1099. Jerusalem taken by the crusaders.
1420. Battle of Prague; 4000 Hussites under their celebrated leader Zisca, repelled the Bohemian army of 30,000 under the emperor Sigismund.
1514. Christopher Bainbridge, an English archbishop, poisoned at Rome. He was the envoy of Henry VIII to the pope, where he distinguished himself.
1584. Balthazar Gerard, the assassin of William prince of Orange, whom he shot through the breast with a pistol as he was going out of his palace at Delft, was executed in the same manner as [Damiens] (q. v.) and died, in his own conceit, a martyr of the church of Rome.
1675. Mendon, Mass., attacked by the Nipmuck Indians, and several persons killed. Mather says: "blood was never shed in Massachusetts, in the way of hostility, before this day."
1678. The expedition under M. de la Salle set out from Rochelle, consisting of thirty men, among whom were pilots, smiths, carpenters, and other useful artists.

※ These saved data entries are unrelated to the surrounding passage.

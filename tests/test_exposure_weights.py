r"""What the weights of measurements mean: frequency weights keep the inverse
observed information, importance (population) weights take the sandwich
covariance of Binder (1983, Int Stat Rev 51:279), and the Kish effective
sample size is reported. Each check names its outside reference.

Closed forms used below (the normal on the log scale, ``y = ln x``, internal
parameters ``(mu, eta = ln s)``; derived here by differentiating
:math:`\ell_i = -\eta - (y_i - \mu)^2 e^{-2\eta}/2`):

- scores :math:`\partial_\mu \ell_i = z_i / s`,
  :math:`\partial_\eta \ell_i = z_i^2 - 1` with :math:`z_i = (y_i - \mu)/s`;
- at the weighted MLE (:math:`\sum w_i z_i = 0`, :math:`\sum w_i z_i^2 = \sum w_i`)
  the weighted information is :math:`A = \mathrm{diag}(W/s^2, 2W)`, ``W = sum w``;
- so the sandwich variance of :math:`\hat\mu` is
  :math:`\sum w_i^2 (y_i - \hat\mu)^2 / W^2` exactly, and with the weights
  normalised to ``n`` the model-based covariance is
  :math:`\mathrm{diag}(s^2/n, 1/(2n))`.
"""

from __future__ import annotations

import numpy as np
import pytest
import statsmodels.api as sm

from doseattr.analysis.config import analysis_from_dict
from doseattr.analysis.pipeline import run_analysis
from doseattr.core.exposure.empirical import empirical
from doseattr.core.exposure.fit import fit_best, fit_measurements
from doseattr.core.exposure.sandwich import kish_effective_n
from doseattr.errors import InputError, ModelError


def _sample(n: int, seed: int) -> tuple[np.ndarray, np.ndarray]:
    rng = np.random.default_rng(seed)
    return rng.lognormal(1.0, 0.8, n), rng.lognormal(0.0, 0.8, n)


# -- the sandwich against closed forms and statsmodels ------------------------------
def test_sandwich_variance_of_log_gm_is_the_weighted_mean_closed_form():
    """Uncensored lognormal: the weighted MLE of mu is the weighted mean of
    ln x, whose sandwich variance is sum w^2 (y - mu)^2 / (sum w)^2 (module
    docstring). The numerical scores and Hessian agree to far better than
    1e-5 (central-difference error O(h^2), h about 6e-6)."""
    x, w = _sample(60, 1)
    f = fit_measurements("lognormal", x, weights=w, weight_meaning="importance")
    y = np.log(x)
    mu = np.average(y, weights=w)
    expected = np.sum(w**2 * (y - mu) ** 2) / w.sum() ** 2
    assert f.fit is not None and f.fit.cov_internal is not None
    np.testing.assert_allclose(f.fit.cov_internal[0, 0], expected, rtol=1e-5)


def test_sandwich_variance_of_log_gm_matches_statsmodels_wls_hc0():
    """statsmodels WLS of ln x on a constant with cov_type HC0 is the
    White/Huber sandwich of the weighted mean, the same estimator."""
    x, w = _sample(45, 2)
    f = fit_measurements("lognormal", x, weights=w, weight_meaning="importance")
    ols = sm.WLS(np.log(x), np.ones((x.size, 1)), weights=w).fit(cov_type="HC0")
    assert f.fit is not None and f.fit.cov_internal is not None
    np.testing.assert_allclose(f.fit.cov_internal[0, 0], ols.cov_params()[0, 0], rtol=1e-5)


def test_equal_weights_sandwich_equals_model_based_for_log_gm_exactly():
    """With all weights 1, B_mumu = sum z^2 / s^2 = n / s^2 = A_mumu exactly
    (s^2 is the MLE), and A is diagonal, so the sandwich and model-based
    variances of mu coincide exactly (module docstring)."""
    x, _ = _sample(30, 3)
    ones = np.ones(x.size)
    imp = fit_measurements("lognormal", x, weights=ones, weight_meaning="importance").fit
    freq = fit_measurements("lognormal", x, weights=ones, weight_meaning="frequency").fit
    assert imp is not None and freq is not None
    assert imp.cov_internal is not None and freq.cov_internal is not None
    np.testing.assert_allclose(imp.cov_internal[0, 0], freq.cov_internal[0, 0], rtol=1e-6)


def test_equal_weights_sandwich_tends_to_model_based_on_a_large_sample():
    r"""For eta = ln s, B_etaeta / n = mean(z^4) - 1 and A_etaeta / n = 2, so
    the sandwich over the model-based variance is (mean(z^4) - 1) / 2, which
    tends to 1 (normal kurtosis 3). With n = 100000 normal values the SD of
    mean(z^4) is sqrt(96 / n) = 0.031, of the ratio 0.016: a tolerance of
    0.08 is 5 SD. The correlation of (mu, eta) is mean(z^3) / sqrt(2) in
    the sandwich, SD sqrt(15 / n) / sqrt(2) = 0.009: bound 0.05."""
    x, _ = _sample(100_000, 4)
    ones = np.ones(x.size)
    imp = fit_measurements("lognormal", x, weights=ones, weight_meaning="importance").fit
    freq = fit_measurements("lognormal", x, weights=ones).fit
    assert imp is not None and freq is not None
    assert imp.cov_internal is not None and freq.cov_internal is not None
    ratio = np.diag(imp.cov_internal) / np.diag(freq.cov_internal)
    np.testing.assert_allclose(ratio, 1.0, atol=0.08)
    v = imp.cov_internal
    assert abs(v[0, 1] / np.sqrt(v[0, 0] * v[1, 1])) < 0.05


def test_frequency_weights_keep_the_inverse_information_closed_form():
    """Frequency weights (and no weights) keep today's covariance: with the
    weights normalised to n it is diag(s^2 / n, 1 / (2n)) for the lognormal
    (module docstring)."""
    x, w = _sample(40, 5)
    y = np.log(x)
    mu = np.average(y, weights=w)
    s2 = np.average((y - mu) ** 2, weights=w)
    expected = np.diag([s2 / x.size, 1 / (2 * x.size)])
    for fit in (fit_measurements("lognormal", x, weights=w).fit,
                fit_measurements("lognormal", x, weights=w, weight_meaning="frequency").fit):
        assert fit is not None and fit.cov_internal is not None
        np.testing.assert_allclose(fit.cov_internal, expected, rtol=1e-6, atol=1e-9)
        assert fit.weights_meaning == "frequency"
    plain = fit_measurements("lognormal", x, weight_meaning="importance").fit
    assert plain is not None and plain.cov_internal is not None
    np.testing.assert_allclose(plain.cov_internal, np.diag([np.var(y) / x.size, 1 / (2 * x.size)]),
                               rtol=1e-6, atol=1e-9)
    assert plain.weights_meaning is None and plain.effective_n is None


def test_censored_weighted_sandwich_matches_the_spread_over_simulated_samples():
    """Left-censored lognormal (censored below exp(-0.5), about 31%), weights
    lognormal with sigma 0.8, 100 values, 300 simulated samples with known
    truth: the mean sandwich variance of ln GM matches the variance of the
    estimates across samples. The sample variance of 300 estimates has
    relative SE sqrt(2 / 299) = 0.08: tolerance 0.25 (3 SE). The frequency
    covariance is too small by about the Kish factor n_eff / n = exp(-0.64)
    = 0.53; it must fall below 0.8 of the spread (more than 3 SE)."""
    rng = np.random.default_rng(6)
    est, sandwich_var, model_var = [], [], []
    for _ in range(300):
        y, w = rng.normal(0.0, 1.0, 100), rng.lognormal(0.0, 0.8, 100)
        det = y > -0.5
        x = np.exp(np.where(det, y, -0.5))
        f = fit_measurements("lognormal", x, detected=det, weights=w, weight_meaning="importance")
        assert f.fit is not None and f.fit.cov_internal is not None
        est.append(np.log(f.params[0]))
        sandwich_var.append(f.fit.cov_internal[0, 0])
        g = fit_measurements("lognormal", x, detected=det, weights=w)
        assert g.fit is not None and g.fit.cov_internal is not None
        model_var.append(g.fit.cov_internal[0, 0])
    spread = np.var(est, ddof=1)
    assert abs(np.mean(sandwich_var) / spread - 1) < 0.25
    assert np.mean(model_var) / spread < 0.8


def test_gamma_and_best_fits_carry_the_meaning():
    """Every family's fit takes the meaning; the sandwich is invariant to a
    common rescaling of the weights (A scales by c, B by c^2: Binder 1983)."""
    x, w = _sample(50, 7)
    a = fit_measurements("gamma", x, weights=w, weight_meaning="importance").fit
    b = fit_measurements("gamma", x, weights=7.5 * w, weight_meaning="importance").fit
    assert a is not None and b is not None
    assert a.cov_internal is not None and b.cov_internal is not None
    np.testing.assert_allclose(a.cov_internal, b.cov_internal, rtol=1e-5)
    best = fit_best(x, weights=w, weight_meaning="importance")
    assert best.fit is not None and best.fit.weights_meaning == "importance"
    assert all(fit is not None and fit.weights_meaning == "importance"
               for _, _, fit in best.alternatives)
    with pytest.raises(ModelError, match="weights must be \"frequency\" or \"importance\""):
        fit_best(x, weights=w, weight_meaning="survey")


# -- Kish -----------------------------------------------------------------------------
def test_kish_effective_sample_size_closed_forms():
    """(sum w)^2 / sum w^2 (Kish 1965, Survey Sampling, from memory): n for
    equal weights of any size; for k weights a and m weights b,
    (k a + m b)^2 / (k a^2 + m b^2)."""
    assert kish_effective_n(np.full(12, 3.3)) == pytest.approx(12.0, rel=1e-12)
    w = np.array([1.0] * 6 + [4.0] * 2)
    assert kish_effective_n(w) == pytest.approx((6 + 8) ** 2 / (6 + 32), rel=1e-12)
    x, wl = _sample(20, 8)
    fit = fit_measurements("lognormal", x, weights=wl, weight_meaning="importance").fit
    assert fit is not None
    assert fit.effective_n == pytest.approx(wl.sum() ** 2 / np.sum(wl**2), rel=1e-12)


# -- the empirical bootstrap ------------------------------------------------------------
def test_empirical_bootstrap_variance_follows_the_meaning():
    r"""The bootstrap variance of the weighted mean (empirical.py docstring):
    frequency weights draw rows with chances w, so the mean of n equally
    weighted draws has variance Var_w(x) / n exactly; importance weights keep
    the weights, giving about sum w^2 (x - mean)^2 / (sum w)^2 (the
    linearisation variance of a ratio; its bias is O(1/n), under 1% at
    n = 200). With 20000 draws the variance estimates have relative SE
    sqrt(2 / 20000) = 0.01: tolerance 0.05."""
    x, w = _sample(200, 9)
    p = w / w.sum()
    m = np.dot(p, x)
    rng = np.random.default_rng(10)
    freq = empirical(x, w, weight_meaning="frequency")
    v, q = freq.bootstrap(rng, 20_000)
    np.testing.assert_allclose(np.var(np.sum(v * q, axis=1)), np.dot(p, (x - m) ** 2) / x.size,
                               rtol=0.05)
    imp = empirical(x, w, weight_meaning="importance")
    v, q = imp.bootstrap(rng, 20_000)
    np.testing.assert_allclose(np.var(np.sum(v * q, axis=1)), np.sum(p**2 * (x - m) ** 2),
                               rtol=0.05)
    assert imp.fit.effective_n == pytest.approx(kish_effective_n(w), rel=1e-12)
    assert empirical(x).weights_meaning is None


# -- the analysis key -------------------------------------------------------------------
ERR = {"model": "linear", "err": 0.04, "per": 1.0, "beyond": "extend"}  # RR = 1 + 0.04 x
WEIGHTED = "value,weight\n" + "".join(f"{v},{w}\n" for v, w in zip(
    (12.0, 9.5, 15.6, 3.7, 17.3, 11.0, 8.2, 26.4), (1, 2, 1, 1, 3, 1, 2, 1)))


def _run(tmp_path, exposure: dict, text: str = WEIGHTED):
    (tmp_path / "m.csv").write_text(text)
    d = {"unit": "ug/m3", "curve": ERR, "exposure": {"table": "m.csv", **exposure},
         "uncertainty": {"draws": 200, "seed": 1}}
    return run_analysis(analysis_from_dict(d, base_dir=tmp_path))


def test_weights_default_to_importance_with_a_weight_column(tmp_path):
    """Default importance: the exposure record says so and gives Kish's
    n_eff = (sum w)^2 / sum w^2 = 144 / 22 for the weights 1,2,1,1,3,1,2,1
    (Kish 1965, from memory); the note names the meaning and n_eff."""
    r = _run(tmp_path, {"family": "lognormal"}).to_dict()
    ex = r["exposure"]
    assert ex["weights"] == "importance"
    assert ex["effective_n"] == pytest.approx(144 / 22, rel=1e-9)
    assert any("weights = \"importance\"" in n and "6.5 of 8" in n for n in r["notes"])


def test_frequency_weights_keep_the_fit_covariance(tmp_path):
    """weights = "frequency" gives the same exposure covariance as the core
    fit with frequency weights, the closed form diag(s^2/n, 1/(2n))."""
    r = _run(tmp_path, {"family": "lognormal", "weights": "frequency"})
    ex = r.to_dict()["exposure"]
    assert ex["weights"] == "frequency"
    fit = r.exposure_section.exposure.fit
    x = np.array([12.0, 9.5, 15.6, 3.7, 17.3, 11.0, 8.2, 26.4])
    w = np.array([1, 2, 1, 1, 3, 1, 2, 1.0])
    y = np.log(x)
    s2 = np.average((y - np.average(y, weights=w)) ** 2, weights=w)
    np.testing.assert_allclose(fit.cov_internal, np.diag([s2 / 8, 1 / 16]), rtol=1e-6, atol=1e-9)
    assert any("weights = \"frequency\"" in n for n in r.to_dict()["notes"])


def test_no_weight_column_gives_null_weights(tmp_path):
    r = _run(tmp_path, {"family": "lognormal"}, "value\n3\n5\n8\n13\n").to_dict()
    assert r["exposure"]["weights"] is None and r["exposure"]["effective_n"] is None
    with pytest.raises(InputError, match=r"\[exposure\] key 'weights'.*no column 'weight'"):
        _run(tmp_path, {"family": "lognormal", "weights": "importance"}, "value\n3\n5\n8\n13\n")


def test_a_wrong_weights_value_is_one_line_naming_the_key(tmp_path):
    with pytest.raises(InputError) as err:
        _run(tmp_path, {"family": "lognormal", "weights": "survey"})
    text = str(err.value)
    assert "\n" not in text
    assert "[exposure] key 'weights'" in text and "frequency" in text and "importance" in text


def test_empirical_weights_set_the_bootstrap(tmp_path):
    r = _run(tmp_path, {"family": "empirical", "weights": "frequency"})
    assert r.exposure_section.exposure.weights_meaning == "frequency"
    assert r.to_dict()["exposure"]["weights"] == "frequency"
    assert any("chances proportional to their weights" in n for n in r.to_dict()["notes"])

1683. Mustapha, the grand vizier, sat down before Vienna with an army of 150,000 Turks, and opened the trenches.
1694. Bombardment and destruction of Dieppe, in France, by the English.
1699. William Bates, an English non-conformist divine, died. He was chaplain to Charles II, a man of great learning, and the intimate friend of the first men of the kingdom.
1711. The prince of Nassau, stadtholder of Friesland, was drowned in his coach while ferrying over the Hollandsdiep, near Moerdyk.